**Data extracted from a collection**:
***
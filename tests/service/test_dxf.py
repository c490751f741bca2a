"""The DXF plan read back with ezdxf: layers per tier and circuit, room units, coordinates equal to the room file.

The expected coordinates are computed here from the room file alone (rotation of the fixture's rectangle about
its centre, counter-clockwise as the room file defines it), not with Leafcast's drawing code.
"""

from __future__ import annotations

import io
import json
import math

import ezdxf
import numpy as np
import pytest
from numpy.testing import assert_allclose

from app.cli import main
from app.room.roomfile import parse_room_file
from app.service.dxf_export import plan_dxf
from tests.conftest import SAMPLES

TOL_MM = 0.1
M_PER_IN = 0.0254  # exact, by definition of the inch (1959)


def _read(data: bytes):
    return ezdxf.read(io.StringIO(data.decode("utf-8")))


def _units(doc) -> tuple[str, float]:
    code = doc.header["$INSUNITS"]
    assert code in (1, 4), f"$INSUNITS {code}: expected inches (1) or millimetres (4)"
    return ("imperial", 1 / M_PER_IN) if code == 1 else ("metric", 1000.0)


def _expected_corners(f: dict, t: dict) -> np.ndarray:
    g = t["geometry"]
    L = g["length_m"]
    W = g["bar_width_m"] if g["kind"] == "bar" else g["width_m"]
    a = math.radians(f["rotation_deg"])
    rot = np.array([[math.cos(a), -math.sin(a)], [math.sin(a), math.cos(a)]])
    local = np.array([[-L / 2, -W / 2], [L / 2, -W / 2], [L / 2, W / 2], [-L / 2, W / 2]])
    return local @ rot.T + [f["x_m"], f["y_m"]]


def _same_points(a: np.ndarray, b: np.ndarray) -> bool:
    """Same set of corners, in any order, within the tolerance (in metres)."""
    return all(np.min(np.hypot(*(b - p).T)) <= TOL_MM / 1000 for p in a)


@pytest.mark.parametrize("sample", SAMPLES, ids=lambda p: p.stem)
def test_dxf_reads_back_with_the_room_files_geometry(sample):
    doc_json = json.loads(sample.read_text(encoding="utf-8"))
    room = doc_json["room"]
    types = {t["id"]: t for t in room["fixture_types"]}
    dxf = _read(plan_dxf(parse_room_file(sample.read_bytes()).room))
    units, per_m = _units(dxf)
    assert units == room.get("display_units", "imperial")
    msp = dxf.modelspace()
    layers = {layer.dxf.name for layer in dxf.layers}
    assert "ROOM" in layers
    # The room outline: its four corners at the room's size.
    outline = [e for e in msp.query("LWPOLYLINE") if e.dxf.layer == "ROOM"]
    assert len(outline) == 1
    pts = np.array([p[:2] for p in outline[0].get_points()]) / per_m
    assert _same_points(np.array([[0, 0], [room["width_m"], 0], [room["width_m"], room["length_m"]], [0, room["length_m"]]]), pts)
    # Every fixture: its outline on a circuit layer of some tier, corners where the room file puts them.
    polys = [e for e in msp.query("LWPOLYLINE") if "-CIRCUIT-" in e.dxf.layer]
    texts = {e.dxf.text: e for e in msp.query("TEXT")}
    for f in room["fixtures"]:
        t = types[f["type_id"]]
        want = _expected_corners(f, t)
        hits = [
            p for p in polys
            if p.dxf.layer.endswith("-CIRCUIT-" + f.get("circuit", "A").upper())
            and _same_points(want, np.array([q[:2] for q in p.get_points()]) / per_m)
            and abs(p.dxf.elevation / per_m - f["hanging_height_m"]) <= TOL_MM / 1000
        ]  # fmt: skip
        assert hits, f"fixture {f['id']}: no outline at its corners and height on a circuit {f.get('circuit', 'A')} layer"
        assert f["id"] in texts
        p = texts[f["id"]].dxf.align_point
        centre = np.array([p.x, p.y]) / per_m
        assert_allclose(centre, [f["x_m"], f["y_m"]], atol=TOL_MM / 1000)
    # Bars of a bar array: bar_count rectangles per fixture.
    for f in room["fixtures"]:
        g = types[f["type_id"]]["geometry"]
        if g["kind"] == "bar_array":
            tier_layer = next(p.dxf.layer for p in polys if _same_points(_expected_corners(f, types[f["type_id"]]), np.array([q[:2] for q in p.get_points()]) / per_m))
            inside = [
                p for p in polys
                if p.dxf.layer == tier_layer
                and all(np.hypot(*(np.array(q[:2]) / per_m - [f["x_m"], f["y_m"]])) <= math.hypot(g["length_m"], g["width_m"]) / 2 + 1e-6 for q in p.get_points())
            ]  # fmt: skip
            assert len(inside) == 1 + g["bar_count"], f"{f['id']}: {len(inside) - 1} bars drawn, {g['bar_count']} expected"
    # Hanging points: two per bar, four per panel or bar array (the defaults; no sample records its own).
    points = [e for e in msp.query("POINT") if e.dxf.layer.endswith("-HANGING")]
    want_points = sum(2 if types[f["type_id"]]["geometry"]["kind"] == "bar" else 4 for f in room["fixtures"])
    assert len(points) == want_points


@pytest.mark.parametrize("sample", SAMPLES, ids=lambda p: p.stem)
def test_dxf_dimensions_measure_the_room_file(sample):
    room = json.loads(sample.read_text(encoding="utf-8"))["room"]
    dxf = _read(plan_dxf(parse_room_file(sample.read_bytes()).room))
    _, per_m = _units(dxf)
    got = sorted(round(d.get_measurement() / per_m, 4) for d in dxf.modelspace().query("DIMENSION"))
    assert round(room["width_m"], 4) in got and round(room["length_m"], 4) in got
    # Each tier's chain from the left wall through the distinct fixture centres to the right wall sums to the width.
    xs = sorted({round(f["x_m"], 4) for f in room["fixtures"]})
    for a, b in zip([0.0, *xs], [*xs, round(room["width_m"], 4)], strict=True):
        if b - a > 0.001:
            assert any(abs(g - (b - a)) <= TOL_MM / 1000 for g in got), f"no dimension of {b - a:.4f} m"


def test_one_file_per_tier_has_only_that_tiers_layers(tmp_path):
    rack = next(p for p in SAMPLES if "rack" in p.stem)
    assert main(["export", str(rack), "--dxf", str(tmp_path / "out")]) == 0
    files = sorted((tmp_path / "out").glob("*.dxf"))
    assert len(files) == 3
    for n, path in enumerate(files, start=1):
        doc = ezdxf.readfile(path)
        tier_layers = {layer.dxf.name for layer in doc.layers if layer.dxf.name.startswith("TIER-")}
        assert tier_layers == {f"TIER-{n}", f"TIER-{n}-HANGING", f"TIER-{n}-CIRCUIT-A"}
        # Two strips per tier, hung at that tier's height.
        polys = [e for e in doc.modelspace().query("LWPOLYLINE") if e.dxf.layer == f"TIER-{n}-CIRCUIT-A"]
        assert len(polys) == 2
        want_h = {1: 0.64, 2: 1.24, 3: 1.84}[n]
        assert_allclose([p.dxf.elevation * M_PER_IN for p in polys], [want_h, want_h], atol=TOL_MM / 1000)


def test_export_refuses_a_missing_file(tmp_path, capsys):
    assert main(["export", str(tmp_path / "nope.json"), "--dxf", str(tmp_path)]) == 1
    assert "no such file" in capsys.readouterr().err


def test_dxf_route_and_its_tier_query(client, tent_doc):
    rid = client.post("/api/rooms", json=tent_doc).json()["id"]
    r = client.get(f"/api/rooms/{rid}/plan.dxf")
    assert r.status_code == 200 and r.headers["content-type"].startswith("application/dxf")
    assert "attachment" in r.headers["content-disposition"]
    doc = _read(r.content)
    assert "TIER-1-CIRCUIT-A" in {layer.dxf.name for layer in doc.layers}
    bad = client.get(f"/api/rooms/{rid}/plan.dxf?tier=2")
    assert bad.status_code == 422 and "tier" in bad.json()["message"]
    assert client.get("/api/rooms/nope/plan.dxf").status_code == 404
***
**WHAT TO WORK ON**: Using the records above, state how many lines contain "INSUNITS"; a single number is the whole answer.

**RESPONSE AREA**: 2